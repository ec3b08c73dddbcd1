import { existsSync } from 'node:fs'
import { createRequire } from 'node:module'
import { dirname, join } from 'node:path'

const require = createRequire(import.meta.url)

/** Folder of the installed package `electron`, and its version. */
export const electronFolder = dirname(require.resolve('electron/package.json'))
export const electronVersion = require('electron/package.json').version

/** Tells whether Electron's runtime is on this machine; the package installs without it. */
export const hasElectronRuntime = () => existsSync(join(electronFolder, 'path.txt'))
○ ○ ○
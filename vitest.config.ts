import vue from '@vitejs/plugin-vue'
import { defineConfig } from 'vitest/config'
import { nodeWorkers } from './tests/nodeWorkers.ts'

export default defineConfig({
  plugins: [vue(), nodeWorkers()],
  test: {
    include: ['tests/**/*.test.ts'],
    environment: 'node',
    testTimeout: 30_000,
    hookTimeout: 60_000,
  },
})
○ ○ ○
- What is being asked
Using the data above, transcribe the lines that run from the line with "repository ec3b08c73dddbcd1" to the line with "export const hasElectronRuntime", both ends kept, and output nothing else.

- Output for this exercise
repository ec3b08c73dddbcd1
import { existsSync } from 'node:fs'
import { createRequire } from 'node:module'
import { dirname, join } from 'node:path'

const require = createRequire(import.meta.url)

/** Folder of the installed package `electron`, and its version. */
export const electronFolder = dirname(require.resolve('electron/package.json'))
export const electronVersion = require('electron/package.json').version

/** Tells whether Electron's runtime is on this machine; the package installs without it. */
export const hasElectronRuntime = () => existsSync(join(electronFolder, 'path.txt'))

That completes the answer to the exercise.